▶ DESCRIPTION OF THE TASK
Report the count, and only the count, of lines in the records that include the word "whole".

▶ EXTRACTED RECORDS
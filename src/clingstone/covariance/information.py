"""Kenward and Roger's ingredients for intercepts and slopes, from what the groups add up to.

V is linear in the variances and covariances. Rows of different cells of the outermost level are
independent, so that the random effects of one such cell are a block; where levels cut across one
another the whole table is one cell.
"""

from __future__ import annotations

from itertools import pairwise

import numpy as np
import numpy.typing as npt

from clingstone.covariance.base import Pieces
from clingstone.covariance.bundles import Bundle, SlopePiece
from clingstone.covariance.pieces import GroupPiece
from clingstone.design.design import Design
from clingstone.maths import expected
from clingstone.maths.groups import Expected
from clingstone.maths.once import Array, kept
from clingstone.maths.partition import Partition

WORK = 600**3  # multiplications of one product of all blocks: one block of 600 random effects, or many small
ENTRIES = 2_000_000  # entries of all blocks
PARAMETERS = 12  # covariance parameters beyond which the ingredients are not worked out


def affordable(algebra: Pieces) -> bool:
    """Whether :func:`ingredients` works them out: the design alone decides.

    Exact for one level at any number of groups, and for several levels while the blocks of their
    outermost cells stay within ``WORK`` and ``ENTRIES``.
    """
    if not algebra.level_keys or not all(isinstance(p, GroupPiece | SlopePiece) for p in algebra.pieces):
        return False
    bundles = _bundles(algebra)
    if sum(bundle.q + int(bundle.free.sum()) for bundle in bundles) > PARAMETERS:
        return False
    if len(bundles) == 1:
        return True
    cells, width = _shape(algebra.design, bundles)
    return cells * width**3 <= WORK and cells * width**2 <= ENTRIES


def ingredients(algebra: Pieces, theta: Array, sigma2: float) -> Expected | None:
    """Expected information and what goes with it at θ (d,), or None where it would be dear."""
    found = ingredients_each(algebra, np.asarray(theta, dtype=float)[:, None], np.array([sigma2]))
    if found is None:
        return None
    return Expected(found.information[0], found.Phi[0], found.P[:, 0], found.Q[:, :, 0])


def ingredients_each(algebra: Pieces, theta: Array, sigma2: Array) -> Expected | None:
    """The same at θ (d, K) and σ² (K,), a column each: see ``expected.blocks``."""
    if not affordable(algebra):
        return None
    bundles, design = _bundles(algebra), algebra.design
    if len(bundles) == 1 and bundles[0].names == ("",):
        part = bundles[0].part
        c, count, products = kept(design, ("cells by size", part.key), lambda: _by_size(design, part))
        tau2 = algebra.variances(theta, sigma2)[bundles[0].pieces[0].key]
        return expected.intercepts(design.n, c, count, products, sigma2, tau2)
    K, width = len(sigma2), [1] * len(bundles)
    if len(bundles) == 1:
        C, H = _cells(bundles[0])
    else:
        key = ("blocks", *((b.part.key, b.names) for b in bundles))
        C, H, width = kept(design, key, lambda: _blocks(bundles))
    q = C.shape[1]
    gamma, E, start = np.zeros((K, q, q)), [], 0
    for bundle, w in zip(bundles, width, strict=True):
        end, eye = start + bundle.q * w, np.eye(w)
        for one in _directions(bundle.free):
            whole = np.zeros((q, q))
            whole[start:end, start:end] = np.kron(one, eye)
            E.append(whole)
        L = bundle.factors(algebra.joined(bundle, theta))
        between = sigma2[:, None, None] * L @ np.swapaxes(L, 1, 2)
        gamma[:, start:end, start:end] = np.kron(between, eye)
        start = end
    return expected.blocks(design.n, C, H, sigma2, gamma, np.stack(E))


def _bundles(algebra: Pieces) -> list[Bundle]:
    return [algebra.bundle(key) for key in algebra.level_keys]


def _directions(free: Array) -> Array:
    """(d, q, q) the matrices whose multiples add up to Γ: variances, then free covariances."""
    q = len(free)
    out = [np.diag(row) for row in np.eye(q)]
    for i, j in zip(*np.nonzero(free), strict=True):
        pair = np.zeros((q, q))
        pair[i, j] = pair[j, i] = 1.0
        out.append(pair)
    return np.stack(out)


def _by_size(design: Design, part: Partition) -> tuple[Array, Array, Array]:
    """Sizes (D,), how many cells have each (D,), and Σ t_g t_g' over them (D, p, p); t_g the sums of Q."""
    c, code, count = np.unique(design.sizes(part), return_inverse=True, return_counts=True)
    order, ends = np.argsort(code, kind="stable"), np.cumsum(count)
    T = design.sums(part)[order]
    return (
        c,
        count.astype(float),
        np.stack([T[e - k : e].T @ T[e - k : e] for e, k in zip(ends, count, strict=True)]),
    )


def _cells(bundle: Bundle) -> tuple[Array, Array]:
    """U_g'U_g (G, q, q) and U_g'Q_g (G, q, p)."""

    def make() -> tuple[Array, Array]:
        U, part = bundle.columns, bundle.part
        C = np.stack([part.sums(u[:, None] * U) for u in U.T], axis=1)
        H = np.stack([part.sums(u[:, None] * bundle.design.Q) for u in U.T], axis=1)
        return C, H

    return kept(bundle.design, ("cells", bundle.part.key, *(p.key for p in bundle.pieces)), make)


# ---- several levels ----


def _outermost(bundles: list[Bundle]) -> Partition | None:
    """The level whose cells hold those of every other; None where levels cut across one another."""
    parts = sorted((bundle.part for bundle in bundles), key=lambda part: part.count)
    nested = all(outer.relation(inner) == "nests" for outer, inner in pairwise(parts))
    return parts[0] if nested else None


def _places(part: Partition, outer: Partition | None) -> tuple[npt.NDArray[np.intp], int]:
    """(G,) the place of each cell among those of its outer cell, and the most that one holds."""
    if outer is None:
        return np.arange(part.count), part.count
    if outer.key == part.key:
        return np.zeros(part.count, dtype=np.intp), 1
    parent = part.parent(outer)
    held = np.bincount(parent, minlength=outer.count)
    order = np.argsort(parent, kind="stable")
    place = np.empty(part.count, dtype=np.intp)
    place[order] = np.arange(part.count) - np.repeat(np.cumsum(held) - held, held)
    return place, int(held.max())


def _shape(design: Design, bundles: list[Bundle]) -> tuple[int, int]:
    """How many blocks there are, and the random effects of the largest."""

    def make() -> tuple[int, int]:
        outer = _outermost(bundles)
        width = sum(bundle.q * _places(bundle.part, outer)[1] for bundle in bundles)
        return (1 if outer is None else outer.count), width

    return kept(design, ("shape of blocks", *((b.part.key, b.q) for b in bundles)), make)


def _blocks(bundles: list[Bundle]) -> tuple[Array, Array, list[int]]:
    """Z'Z (G, q, q) and Z'Q (G, q, p) of every block, and the cells of each level in one.

    Places that a block does not fill are columns of zeros, which no result sees.
    """
    from scipy import sparse

    design, outer = bundles[0].design, _outermost(bundles)
    at, widths, start, n = [], [], 0, design.n
    for bundle in bundles:
        place, width = _places(bundle.part, outer)
        at += [start + j * width + place[bundle.part.codes] for j in range(bundle.q)]
        widths.append(width)
        start += bundle.q * width
    cells, q = 1 if outer is None else outer.count, start
    block = np.zeros(n, dtype=np.int64) if outer is None else outer.codes.astype(np.int64)
    values = np.concatenate([bundle.columns.T for bundle in bundles]).ravel()
    where = np.concatenate([block * q + a for a in at])
    Z = sparse.csc_array((values, (np.tile(np.arange(n), len(at)), where)), shape=(n, cells * q))
    inner = sparse.coo_array(Z.T @ Z)
    C = np.zeros((cells, q, q))
    rows, columns = inner.coords
    C[rows // q, rows % q, columns % q] = inner.data
    return C, np.asarray(Z.T @ design.Q).reshape(cells, q, -1), widths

▶ TASK RESULT
4